# How do I simplify $\log (1/\sqrt{1000})$?

How do I simplify $\log \left(\displaystyle\frac{1}{\sqrt{1000}}\right)$?

What I have done so far:

1) Used the difference property of logarithms $$\log \left(\displaystyle\frac{1}{\sqrt{1000}}\right) = \log(1) - \log(\sqrt{1000})$$

2) Used the exponent rule for logarithm

$$\log (1) - \frac{1}{2}\log (1000)$$

I'm stuck at this point. Can someone explain why and what I must do to solve this equation?

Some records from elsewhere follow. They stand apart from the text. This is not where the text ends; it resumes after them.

export class BranchSearch {
  private readonly k: number;
  private readonly scale: number;
  private best: number;
  private bestSet: number[];
  private readonly floor: number;
  private readonly levels: Level[] = [];
  private readonly binom: Float64Array[];
  private readonly meter: SearchMeter;
  private roots: Root[] = [];
  private rootAt = 0;
  private readonly buf: Float64Array;
  private readonly scratch: CandState;
  private readonly picked: Uint8Array;
  private readonly trip: Record<'col' | 'row' | 'diag' | 'h' | 'c' | 'g' | 'sufMax', Float64Array>;

  constructor(
    private readonly ctx: PlanContext,
    incumbent: Incumbent,
    private readonly link?: SearchLink,
  ) {
    const n = ctx.n;
    this.k = ctx.k;
    this.scale = incumbent.scale;
    this.best = incumbent.rawTotal;
    this.bestSet = [...incumbent.starters];
    this.floor = n - ctx.k; // raw hops: every non-starter needs at least one (identity 6)
    this.binom = binomialTable(n, ctx.k);
    this.meter = new SearchMeter(
      ctx,
      () => this.pendingBound() * this.scale,
      () => this.best * this.scale,
    );
    this.buf = new Float64Array(ctx.k + 1);
    this.scratch = new CandState(n);
    this.picked = new Uint8Array(n);
    const vec = () => new Float64Array(n + 1);
    this.trip = { col: vec(), row: vec(), diag: vec(), h: vec(), c: vec(), g: vec(), sufMax: vec() };
    for (let d = 0; d <= ctx.k; d++)
      this.levels.push({
        state: new CandState(n),
        order: new Int32Array(n),
        gain: new Float64Array(n),
        childLb: new Float64Array(n),
        suffixMin: new Float64Array(n + 1),
        at: 0,
        size: 0,
      });
  }

  private sets(m: number, r: number): number {
    return r < 0 || m < r ? 0 : this.binom[m][r];
  }

  private pruneAt(lb: number): boolean {
    return lb >= this.best - 1e-11 * Math.abs(this.best);
  }

  private leaf(total: number, set: () => number[]): void {
    if (total < this.best - 1e-12 * Math.abs(this.best)) {
      this.best = total;
      this.bestSet = set();
      this.link?.offer(total);
    }
  }

  /** Takes the other threads' best total and publishes this thread's state. */
  private sync(): void {
    if (!this.link) return;
    this.best = Math.min(this.best, this.link.best());
    this.link.publish(this.pendingBound(), this.meter.closedSets(), this.meter.nodes);
  }

  closedSets(): number {
    return this.meter.closedSets();
  }

  space(): number {
    return this.meter.spaceSize();
  }

  get halted(): boolean {
    return this.meter.halted;
  }

  /** Roots, split into pieces on small rooms, sorted by bound (so the pending bound rises as they close). */
  prepare(): Root[] {
    const roots = buildRoots(this.ctx, this.k);
    let space = 0;
    for (const r of roots) space += this.sets(r.cand.length, this.k - r.set.length);
    this.meter.begin(space);
    const items = this.ctx.n <= SPLIT_LIMIT ? this.split(roots) : roots;
    return items
      .map((_, q) => q)
      .sort((a, b) => items[a].bound - items[b].bound || a - b)
      .map((q) => items[q]);
  }

  /** Searches items[take()] until take() returns -1 or the search halts. */
  searchItems(items: Root[], take: () => number): void {
    this.roots = items;
    for (;;) {
      const q = this.meter.halted ? -1 : take();
      if (q < 0) break;
      this.rootAt = q;
      this.root(items[q]);
      this.sync();
    }
    this.rootAt = this.link ? items.length : this.rootAt;
  }

  outcome(): ExhaustiveOutcome {
    const complete = !this.meter.halted;
    const lowerRaw = complete ? this.best : Math.min(this.best, this.pendingBound());
    this.meter.finish();
    return {
      state: { starters: this.bestSet, total: this.best * this.scale },
      complete,
      stopped: this.meter.stopped,
      nodes: this.meter.nodes,
      lowerBound: Math.max(this.floor, lowerRaw) * this.scale,
      searchLeft: complete ? 0 : this.meter.left(),
    };
  }

  /** The state of a root or item set (ergodic data for the first starter, then downdates). */
  private stateOf(set: readonly number[]): AbsorbingState | null {
    const e = this.ctx.ergodic();
    try {
      if (e && e.pi[set[0]] > 0) {
        const s = AbsorbingState.fromErgodic(e, set[0]);
        for (let q = 1; q < set.length; q++) s.add(set[q]);
        return s;
      }
      return AbsorbingState.fromStarters(this.ctx.room, set);
    } catch {
      return null; // a singular system: some people cannot reach this set
    }
  }

  /**
   * Splits every root with at least three starters to add into its children (one more starter,
   * the child bound of node()), so the search closes many small pieces in order of their bound
   * and the pending lower bound rises steadily. O(|C|^2 r) per root.
   */
  private split(roots: Root[]): Root[] {
    const out: Root[] = [];
    const lv = this.levels[0];
    for (const root of roots) {
      const r = this.k - root.set.length;
      const size = this.sets(root.cand.length, r);
      if (r < 3 || size === 0) {
        if (size > 0) out.push(root);
        continue;
      }
      if (this.pruneAt(Math.max(this.floor, root.bound))) {
        this.meter.close(size);
        continue;
      }
      const full = this.stateOf(root.set);
      if (!full) {
        this.meter.close(size);
        continue;
      }
      const s = lv.state.load(full, root.cand);
      this.orderCandidates(s, lv);
      if (!this.nodeBounds(s, lv, r)) {
        this.meter.close(size);
        continue;
      }
      for (let p = 0; p < s.m; p++) {
        const part = this.sets(s.m - p - 1, r - 1);
        if (part === 0) break;
        if (this.pruneAt(Math.max(this.floor, lv.childLb[p]))) {
          this.meter.close(part);
          continue;
        }
        const cand = new Int32Array(s.m - p - 1);
        for (let q = p + 1; q < s.m; q++) cand[q - p - 1] = s.ids[lv.order[q]];
        out.push({ set: [...root.set, s.ids[lv.order[p]]], cand, bound: lv.childLb[p] });
      }
    }
    return out;
  }

  private root(root: Root): void {
    const r = this.k - root.set.length;
    const size = this.sets(root.cand.length, r);
    if (size === 0 || this.pruneAt(Math.max(this.floor, root.bound))) {
      this.meter.close(size);
      return;
    }
    const s = this.stateOf(root.set);
    if (!s) {
      this.meter.close(size);
      return;
    }
    if (r === 0) {
      this.leaf(s.rawTotal, () => [...s.starters]);
      this.meter.close(1);
      return;
    }
    this.node(this.levels[0].state.load(s, root.cand), r, 0);
  }

  /** Smallest bound over everything not yet decided (raw): pending roots and pending children on the stack. */
  pendingBound(): number {
    let lb = this.best;
    // Alone, the items after the current one are pending too (with a link, the caller tracks them).
    if (!this.link) for (let q = this.rootAt + 1; q < this.roots.length; q++) lb = Math.min(lb, this.roots[q].bound);
    for (const lv of this.levels) {
      if (lv.size === 0) break;
      lb = Math.min(lb, lv.suffixMin[lv.at + 1]);
    }
    return Math.max(this.floor, lb);
  }

  /** Local candidates sorted by decreasing gain at S (ties: earlier person first); insertion sort, m <= n. */
  private orderCandidates(s: CandState, lv: Level): void {
    const m = s.m;
    const { order, gain } = lv;
    const ids = s.ids;
    for (let q = 0; q < m; q++) {
      const v = Math.max(0, s.gain(q));
      let at = q;
      while (at > 0 && (gain[at - 1] < v || (gain[at - 1] === v && ids[order[at - 1]] > ids[q]))) {
        gain[at] = gain[at - 1];
        order[at] = order[at - 1];
        at--;
      }
      gain[at] = v;
      order[at] = q;
    }
  }

  private node(s: CandState, r: number, depth: number): void {
    if (this.meter.tick()) return;
    if ((this.meter.nodes & 255) === 0) this.sync();
    const lv = this.levels[depth];
    const m = s.m;
    this.orderCandidates(s, lv);
    if (r === 1) {
      for (let q = 0; q < m; q++) this.leaf(s.F - lv.gain[q], () => [...s.starters, s.ids[lv.order[q]]]);
      this.meter.close(m);
      return;
    }
    if (!this.nodeBounds(s, lv, r)) {
      this.meter.close(this.sets(m, r));
      return;
    }
    lv.size = m;
    for (let p = 0; p < m; p++) {
      lv.at = p;
      const rest = m - p - 1;
      const size = this.sets(rest, r - 1);
      if (size === 0) break;
      if (this.pruneAt(Math.max(this.floor, lv.childLb[p]))) {
        this.meter.close(size);
        continue;
      }
      if (r === 2) this.pairLeaves(s, lv, p);
      else if (r === 3) this.tripleLeaves(s, lv, p);
      else {
        const next = this.levels[depth + 1];
        s.childInto(next.state, lv.order[p], lv.gain[p], lv.order, p + 1, m);
        this.node(next.state, r - 1, depth + 1);
        next.size = 0;
        if (this.meter.halted) return;
        continue;
      }
      this.meter.close(size);
      if (r === 3 && this.meter.tick()) return;
    }
    lv.size = 0;
  }

  /** Exact totals of S + x + y for every later y (r = 2): F - ρ_x(S) - ρ_y(S + x). */
  private pairLeaves(s: CandState, lv: Level, p: number): void {
    const x = lv.order[p];
    const base = s.F - lv.gain[p];
    for (let q = p + 1; q < s.m; q++) {
      const y = lv.order[q];
      const t = base - s.pairGain(x, y);
      if (t < this.best - 1e-12 * Math.abs(this.best)) this.leaf(t, () => [...s.starters, s.ids[x], s.ids[y]]);
    }
  }

  /**
   * r = 3: every completion S + x + y + z with x = order[p] and y, z later, evaluated in O(1)
   * each (identity 1 applied twice to the entries of y and z), skipping y when even the largest
   * later ρ_z(S + x) cannot bring the total below the best (supermodularity: ρ_z(S + x + y) <= ρ_z(S + x)).
   */
  private tripleLeaves(s: CandState, lv: Level, p: number): void {
    const { N, h, c, m } = s;
    const x = lv.order[p];
    const rx = x * m;
    const nxx = N[rx + x];
    const t = this.trip;
    const len = m - p - 1;
    // Entries of the state after adding x, for the later candidates (index q - p - 1).
    for (let q = 0; q < len; q++) {
      const a = lv.order[p + 1 + q];
      const fa = N[a * m + x] / nxx;
      t.col[q] = fa;
      t.row[q] = N[rx + a];
      t.diag[q] = N[a * m + a] - fa * N[rx + a];
      t.h[q] = h[a] - fa * h[x];
      t.c[q] = c[a] - (c[x] * N[rx + a]) / nxx;
      t.sufMax[q] = Math.max(0, (t.h[q] * t.c[q]) / t.diag[q]);
    }
    let run = 0;
    for (let q = len - 1; q >= 0; q--) {
      const g = t.sufMax[q];
      t.sufMax[q] = run; // now: largest ρ_z(S + x) over z after q
      t.g[q] = g;
      run = Math.max(run, g);
    }
    const base = s.F - lv.gain[p];
    const ids = s.ids;
    for (let qy = 0; qy + 1 < len; qy++) {
      const after = base - t.g[qy];
      if (this.pruneAt(Math.max(this.floor, after - t.sufMax[qy]))) continue;
      const y = lv.order[p + 1 + qy];
      const dy = t.diag[qy];
      const hy = t.h[qy];
      const cy = t.c[qy];
      const ry = y * m;
      for (let qz = qy + 1; qz < len; qz++) {
        const z = lv.order[p + 1 + qz];
        const nzy = N[z * m + y] - t.col[qz] * t.row[qy];
        const nyz = N[ry + z] - t.col[qy] * t.row[qz];
        const f = nzy / dy;
        const gz = ((t.h[qz] - f * hy) * (t.c[qz] - (cy * nyz) / dy)) / (t.diag[qz] - f * nyz);
        const total = after - gz;
        if (total < this.best - 1e-12 * Math.abs(this.best)) this.leaf(total, () => [...s.starters, ids[x], ids[y], ids[z]]);
      }
    }
  }

  /**
   * Child bounds, raised by the node's dual bound (bound 4 of docs/bounds.md) on big subtrees;
   * false when the dual bound prunes the whole node.
   */
  private nodeBounds(s: CandState, lv: Level, r: number): boolean {
    this.childBounds(s, lv, r);
    if (r < 4 || this.sets(s.m, r) < DUAL_MIN) return true;
    const dual = s.dualBound(r, this.scratch, this.picked);
    if (this.pruneAt(Math.max(this.floor, dual))) return false;
    const m = s.m;
    for (let p = 0; p < m; p++) if (lv.childLb[p] < dual) lv.childLb[p] = dual;
    for (let p = m - 1; p >= 0; p--) lv.suffixMin[p] = Math.min(lv.suffixMin[p + 1], lv.childLb[p]);
    return true;
  }

  /**
   * childLb[p] = F - ρ_x(S) - top_{r-1} { min(ρ_y(S + x), ρ_y(S)) : y after x }, x = order[p];
   * suffixMin[p] = min over children p.. of childLb. The scan of later candidates stops once
   * the r - 1 kept values are all at least the next ρ_y(S) (gains are sorted, and ρ_y(S + x) <= ρ_y(S)).
   */
  private childBounds(s: CandState, lv: Level, r: number): void {
    const m = s.m;
    const want = r - 1;
    const buf = this.buf;
    const gain = lv.gain;
    // Cheap bound first: with gains at S (sorted), child p's bound is at least
    // F - (gain[p] + ... + gain[p + r - 1]), which only grows with p; once it prunes, all later children are pruned.
    let window = 0;
    for (let q = 0; q < Math.min(r, m); q++) window += gain[q];
    for (let p = 0; p < m; p++) {
      if (p > 0) window += (p + r - 1 < m ? gain[p + r - 1] : 0) - gain[p - 1];
      if (p + r > m) {
        lv.childLb[p] = Infinity;
        continue;
      }
      const cheap = s.F - window;
      if (this.pruneAt(cheap)) {
        for (let q = p; q < m; q++) lv.childLb[q] = cheap;
        break;
      }
      const x = lv.order[p];
      let kept = 0;
      let sum = 0;
      for (let q = p + 1; q < m; q++) {
        const cap = gain[q];
        if (kept === want && buf[kept - 1] >= cap) break;
        const v = Math.min(cap, Math.max(0, s.pairGain(x, lv.order[q])));
        if (kept < want) {
          let at = kept++;
          while (at > 0 && buf[at - 1] < v) {
            buf[at] = buf[at - 1];
            at--;
          }
          buf[at] = v;
          sum += v;
        } else if (v > buf[kept - 1]) {
          sum += v - buf[kept - 1];
          let at = kept - 1;
          while (at > 0 && buf[at - 1] < v) {
            buf[at] = buf[at - 1];
            at--;
          }
          buf[at] = v;
        }
      }
      lv.childLb[p] = kept < want ? Infinity : s.F - gain[p] - sum;
    }
    lv.suffixMin[m] = Infinity;
    for (let p = m - 1; p >= 0; p--) lv.suffixMin[p] = Math.min(lv.suffixMin[p + 1], lv.childLb[p]);
  }
}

• $\log 10000 = \log 10^4 = 4 \log 10$ Jun 28, 2014 at 18:35
• $\log 1=0$ and $\log 10000=4\log 10$ so this become $-2\log 10$.
– Gina
Jun 28, 2014 at 18:36
• Looks like you added an extra $0$ to the $1000$ after the step (2).
– Cure
Jun 28, 2014 at 18:36

Hint: $$\frac{1}{\sqrt{1000}}=10^{-\frac{3}{2}}\qquad\mbox{and}\qquad\log x^a=a\log x$$

• Is the answwer -3/2log(10)? Jun 28, 2014 at 19:48
• @Prologue: Yes! Jun 28, 2014 at 19:50
• @Prologue Note that, in base 10, this simplifies to $-\frac{3}{2}.$ If you're in base $e$, then ignore the first part of this sentence. Jun 28, 2014 at 19:59

$$\log_{10} \left( \displaystyle \frac{1}{\sqrt{1000}} \right) = \log_{10} \left( \displaystyle \frac{1}{\sqrt{10^3}} \right) = \log_{10} \left( \displaystyle \frac{1}{{10^\frac{3}{{2}}}} \right) = \log_{10} \left( \displaystyle {{10^\frac{-3}{{2}}}} \right) = \displaystyle {{\frac{-3}{{2}}}}$$

$$\log_{10} \left( \displaystyle \frac{1}{\sqrt{1000}} \right) = \log_{10} \left( \displaystyle \frac{1}{\sqrt{10^3}} \right) = \log_{10} \left( \displaystyle \frac{1}{{10^\frac{3}{{2}}}} \right) = \log_{10} \left( \displaystyle {{10^\frac{-3}{{2}}}} \right) = \displaystyle {{\frac{-3}{{2}}}}$$

Sorry I accidently erased an answer. Please restore. I submit mine as another.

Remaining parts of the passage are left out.